Pictured Marcus Garvey. To facilitate a return to Africa for African Americans, Garvey founded the Black Star Line. In 1922, he was arrested for mail fraud in connection with the Star Line's sale of stock. The prosecution was thought to have been racially motivated and Garvey was sent to prison and later deported to Jamaica - his country of birth. In 1935 he moved to London where he died on 10 June 1940. His body was returned to Jamaica.

Pictured Nelson Mandela by Fred Martins. Artist Fred Martins has used the image of the Afro comb to celebrate key African and African-American activists who were jailed fighting for freedom and equality. With a 6,000 year history - the ubiquitous Afro comb - has had global cultural influence. Afro combs date back to ancient Egypt, where a 5,500 year old Ivory Afro comb was excavated from a grave at a cemetery in Abydos, Egypt. Others have been found in the ancient cities of Kemet and Nubt (Naqada), Egypt.

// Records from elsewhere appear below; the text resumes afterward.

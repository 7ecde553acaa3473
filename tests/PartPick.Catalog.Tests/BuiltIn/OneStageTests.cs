namespace PartPick.Catalog.Tests.BuiltIn;

/// <summary>The square law of Shichman and Hodges (1968) must be able to carry the stated figures of every one-stage amplifier.</summary>
public class OneStageTests
{
    public static TheoryData<string> Parts =>
        [.. BuiltInParts.Amplifiers.Where(part => part.Stages == 1).Select(part => part.Id)];

    [Theory]
    [MemberData(nameof(Parts))]
    public void The_transistors_conduct_at_half_the_supply(string id) =>
        Assert.All(Part(id).Points, point => Assert.True(Overdrive(Part(id), point) > 0.2));

    [Theory]
    [MemberData(nameof(Parts))]
    public void Gain_is_that_of_one_stage(string id)
    {
        // Unbuffered HC inverters: 15 to 25 (memory); more at the lowest supply, and in the slow amplifiers of 32 kHz ports.
        double most = id.StartsWith("MCU", StringComparison.Ordinal) ? 52 : 31;
        Assert.All(Part(id).Points, point => Assert.InRange(Gm(Part(id), point) * point.RoOhms!.Value, 14, most));
    }

    [Theory]
    [MemberData(nameof(Parts))]
    public void Channel_length_modulation_is_plausible(string id) => Assert.All(Part(id).Points, point =>
    {
        AmplifierPart part = Part(id);
        double q = 2 / (Gm(part, point) * point.RoOhms!.Value * Overdrive(part, point));
        Assert.InRange(q / (1 - (q * Range(part, point) / 2)), 0.01, 0.2);
    });

    [Theory]
    [MemberData(nameof(Parts))]
    public void Output_resistance_falls_with_the_supply_and_nothing_of_a_buffered_part_is_stated(string id)
    {
        Assert.All(Part(id).Points.Neighbours(), pair => Assert.True(pair.Second.RoOhms < pair.First.RoOhms));
        Assert.All(Part(id).Points, point => Assert.True(point is { RonOhms: null, Gain: null, DelaySeconds: null or 0 }));
    }

    // Output on-resistance of an HC counter's oscillator: maker's data sheet 74HC/HCT4060, December 1990. The resistance of the
    // square-law transistor that is fully on follows from gm, so it tells whether gm and resistance are of one device.
    [Theory]
    [InlineData(4.5, 130)]
    [InlineData(6, 100)]
    public void The_HC_counter_has_the_published_on_resistance(double supply, double ohms)
    {
        AmplifierPart part = Part("CNT-14-HC");
        SupplyPoint point = Assert.Single(part.Points, point => point.SupplyVolts == supply);
        double v = Overdrive(part, point);
        double q = 2 / (point.GmSiemens!.Value * point.RoOhms!.Value * v);
        double lambda = q / (1 - (q * supply / 2));
        double k = point.GmSiemens.Value / (2 * v * (1 + (lambda * supply / 2)));
        double on = 1 / (k * (supply - part.ThresholdVolts!.Value));
        Assert.InRange(on, ohms * 0.75, ohms * 1.25);
    }

    private static AmplifierPart Part(string id) => (AmplifierPart)BuiltInParts.Catalog.Find(id)!;

    private static double Range(AmplifierPart part, SupplyPoint point) => (part as PortPart)?.SwingVolts ?? point.SupplyVolts;

    private static double Overdrive(AmplifierPart part, SupplyPoint point) => (Range(part, point) / 2) - part.ThresholdVolts!.Value;

    // A port that states the critical transconductance is understood to have five times as much.
    private static double Gm(AmplifierPart part, SupplyPoint point) =>
        point.GmSiemens ?? (5 * ((PortPart)part).CriticalTransconductanceMaxSiemens!.Value);
}
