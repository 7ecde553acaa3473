namespace PartPick.Catalog.Tests.BuiltIn;

public class CrystalFigureTests
{
    private static CrystalPart[] At => [.. BuiltInParts.Catalog.Crystals.Where(crystal => crystal.Cut == CrystalCut.AT)];

    private static CrystalPart[] Forks => [.. BuiltInParts.Catalog.Crystals.Where(crystal => crystal.Cut == CrystalCut.Fork)];

    [Fact]
    public void Resistance_never_rises_with_frequency_in_a_holder() => Assert.All(
        At.GroupBy(crystal => crystal.Holder),
        holder => Assert.All(
            holder.OrderBy(crystal => crystal.FrequencyHz).Neighbours(),
            pair => Assert.True(pair.Second.ResistanceOhms <= pair.First.ResistanceOhms, pair.Second.Id)));

    [Theory]
    [InlineData("HC-49/U", "HC-49/S")]
    [InlineData("5032", "3225")]
    public void A_smaller_holder_has_no_less_resistance_and_less_motional_capacitance(string large, string small)
    {
        var pairs = At.Where(crystal => crystal.Holder == large)
            .Join(
                At.Where(crystal => crystal.Holder == small), one => one.FrequencyHz, other => other.FrequencyHz,
                (one, other) => (one, other))
            .ToArray();
        Assert.NotEmpty(pairs);
        Assert.All(pairs, pair => Assert.True(pair.other.ResistanceOhms >= pair.one.ResistanceOhms, pair.other.Id));
        Assert.All(pairs, pair => Assert.True(pair.other.MotionalFarads < pair.one.MotionalFarads, pair.other.Id));
        Assert.All(pairs, pair => Assert.True(pair.other.DriveLevelWatts <= pair.one.DriveLevelWatts, pair.other.Id));
    }

    // Kyocera CX2520SB data sheet: 300, 150, 100, 50 Ω at most. A 3225 blank is larger, so it may not be worse.
    [Theory]
    [InlineData(13.56e6, 16e6, 300)]
    [InlineData(16e6, 20e6, 150)]
    [InlineData(20e6, 40e6, 100)]
    [InlineData(40e6, 60e6, 50)]
    public void Resistance_of_the_smallest_holder_stays_within_a_published_table(double from, double to, double most)
    {
        CrystalPart[] within =
            [.. At.Where(crystal => crystal.Holder == "3225" && crystal.FrequencyHz >= from && crystal.FrequencyHz < to)];
        Assert.NotEmpty(within);
        Assert.All(within, crystal => Assert.InRange(crystal.ResistanceOhms!.Value, 10, most));
    }

    [Fact]
    public void Quality_is_plausible_at_the_stated_limit_and_at_a_typical_resistance() => Assert.All(
        BuiltInParts.Catalog.Crystals,
        crystal =>
        {
            double atLimit = 1 / (2 * Math.PI * crystal.FrequencyHz * crystal.ResistanceOhms!.Value * crystal.MotionalFarads!.Value);
            Assert.InRange(atLimit, 1e4, 5e5);
            Assert.InRange(atLimit / 0.35, 2e4, 2e6);
        });

    [Theory]
    [InlineData("HC-49/U", 1e6, 4e6, 5, 12)]
    [InlineData("HC-49/U", 4e6, 60e6, 10, 25)]
    [InlineData("HC-49/S", 4e6, 60e6, 10, 25)]
    [InlineData("5032", 1e6, 60e6, 1.5, 6)]
    [InlineData("3225", 1e6, 60e6, 1.5, 6)]
    public void Motional_capacitance_suits_the_holder(string holder, double from, double to, double least, double most) => Assert.All(
        At.Where(crystal => crystal.Holder == holder && crystal.FrequencyHz >= from && crystal.FrequencyHz < to),
        crystal => Assert.InRange(crystal.MotionalFarads!.Value / BuiltInParts.Femto, least, most));

    [Fact]
    public void A_typical_shunt_capacitance_is_two_to_three_hundred_times_the_motional_one() => Assert.All(
        At.Where(crystal => crystal.BasisOf("shunt") == Basis.Typical),
        crystal => Assert.InRange(crystal.ShuntFarads!.Value / crystal.MotionalFarads!.Value, 200, 310));

    [Fact]
    public void A_limit_of_the_shunt_capacitance_lies_above_the_typical_figure()
    {
        CrystalPart[] limits = [.. At.Where(crystal => crystal.BasisOf("shunt") == Basis.Maximum)];
        Assert.InRange(limits.Length, At.Length / 5, At.Length * 4 / 5);
        Assert.All(limits, limit =>
        {
            Assert.InRange(limit.ShuntFarads!.Value, 210 * limit.MotionalFarads!.Value, 7.0000001 * BuiltInParts.Pico);
            Assert.All(At.Where(other => other.FrequencyHz == limit.FrequencyHz && other.Holder == limit.Holder
                && other.BasisOf("shunt") == Basis.Typical), typical => Assert.True(typical.ShuntFarads < limit.ShuntFarads));
        });
    }

    [Fact]
    public void Resistance_and_motional_capacitance_go_with_frequency_and_holder_alone() => Assert.All(
        BuiltInParts.Catalog.Crystals.GroupBy(crystal => (crystal.FrequencyHz, crystal.Holder)),
        same => Assert.Single(same.Select(crystal => (crystal.ResistanceOhms, crystal.MotionalFarads)).Distinct()));

    [Fact]
    public void Motional_capacitance_is_often_assumed_and_the_resistance_is_always_a_limit()
    {
        Assert.All(BuiltInParts.Catalog.Crystals, crystal => Assert.Equal(Basis.Maximum, crystal.BasisOf("resistance")));
        int assumed = At.Count(crystal => crystal.BasisOf("motional") == Basis.Assumed);
        int typical = At.Count(crystal => crystal.BasisOf("motional") == Basis.Typical);
        Assert.Equal(At.Length, assumed + typical);
        Assert.True(assumed >= At.Length / 4 && typical >= At.Length / 4);
    }

    [Fact]
    public void AT_cuts_state_a_stability_and_forks_a_parabola()
    {
        Assert.All(At, crystal => Assert.True(crystal is { StabilityRatio: >= 10e-6 and <= 50e-6, ParabolaPerSquareKelvin: null }));
        Assert.All(Forks, fork =>
        {
            Assert.Null(fork.StabilityRatio);
            Assert.Equal(25, fork.TurnoverCelsius);

            // CTS TF20 data sheet: -0.030 ppm/K² typically; makers go to -0.042 (common practice).
            Assert.InRange(fork.ParabolaPerSquareKelvin!.Value, -0.042e-6, -0.028e-6);
            Assert.Equal(32768, fork.FrequencyHz);
        });
    }

    [Fact]
    public void Forks_have_the_usual_figures() => Assert.All(Forks, fork =>
    {
        // At most 90 kΩ: CTS TF20 data sheet. The rest: common practice.
        Assert.InRange(fork.ResistanceOhms!.Value, 50e3, 90e3);
        Assert.InRange(fork.DriveLevelWatts!.Value, 0.5e-6, 1e-6);
        Assert.InRange(fork.ShuntFarads!.Value, 1 * BuiltInParts.Pico, 1.5 * BuiltInParts.Pico);
        Assert.InRange(fork.MotionalFarads!.Value, 2 * BuiltInParts.Femto, 4 * BuiltInParts.Femto);
    });

    [Fact]
    public void Ageing_is_largest_in_the_first_year() => Assert.All(BuiltInParts.Catalog.Crystals, crystal =>
    {
        Assert.InRange(crystal.AgeingRatio!.Value, 1e-6, 5e-6);
        Assert.True(crystal.AgeingYearlyRatio is null || crystal.AgeingYearlyRatio < crystal.AgeingRatio, crystal.Id);
    });

    [Fact]
    public void Drive_levels_suit_the_holders() => Assert.All(At, crystal =>
    {
        double least = crystal.Holder!.StartsWith("HC", StringComparison.Ordinal) ? 500e-6 : 100e-6;
        Assert.InRange(crystal.DriveLevelWatts!.Value, least * 0.999, least * 2.001);
    });

    [Fact]
    public void Temperatures_are_one_of_the_two_usual_ranges() => Assert.All(
        BuiltInParts.Catalog.Crystals,
        crystal => Assert.Contains(
            (crystal.TemperatureMinCelsius, crystal.TemperatureMaxCelsius), new (double?, double?)[] { (-20, 70), (-40, 85) }));
}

Pictured Patrice Lumumba. Congo's first democratically elected Prime Minister - Lumumba demanded that Congo should control its own exclusive mineral wealth. Just six months in post - Congolese rivals reportedly supported by Brussels and Washington - placed him under house arrest. Undercover of darkness, he was eventually taken to a forest and shot.

Pictured Martin Luther King Jr. King was arrested on February 24, 1956 for directing a citywide boycott of segregated buses. In 1963, he was again arrested and jailed protesting the treatment of black people in Birmingham, Alabama. He went onto deliver his famous "I have a dream speech" to more than 250,000 people on August 28, 1963.

Pictured Fela Kuti. Arrested 200 times by different regimes - Fela Kuti was jailed during current president Muhammadu Buhari's initial term as Head of State in 1983. The Nigerian Afrobeat pioneer was sentenced to five year's imprisonment by a military tribunal. He was found guilty of illegally attempting to export £1,000 in foreign currency at a Lagos airport in what he described as "trumped up charges" that were politically motivated. Brigadier Tunde Idiagbon, Nigeria chief of staff at the time, reportedly said the government would ensure Fela was in prison for a long time, concluding "and I hope he will rot in Jail" according to Amnesty International.

Pictured Ruby Dee. The U.S. actress and late husband Ossie Davis were arrested in 1999 while protesting outside New York City police headquarters against the police shooting of Amadou Diallo, an unarmed African immigrant. Dee and Davis were important figures in the civil rights movement and counted Martin Luther Kind Jr. and Malcom X as friends. She died aged 91 in June 2014.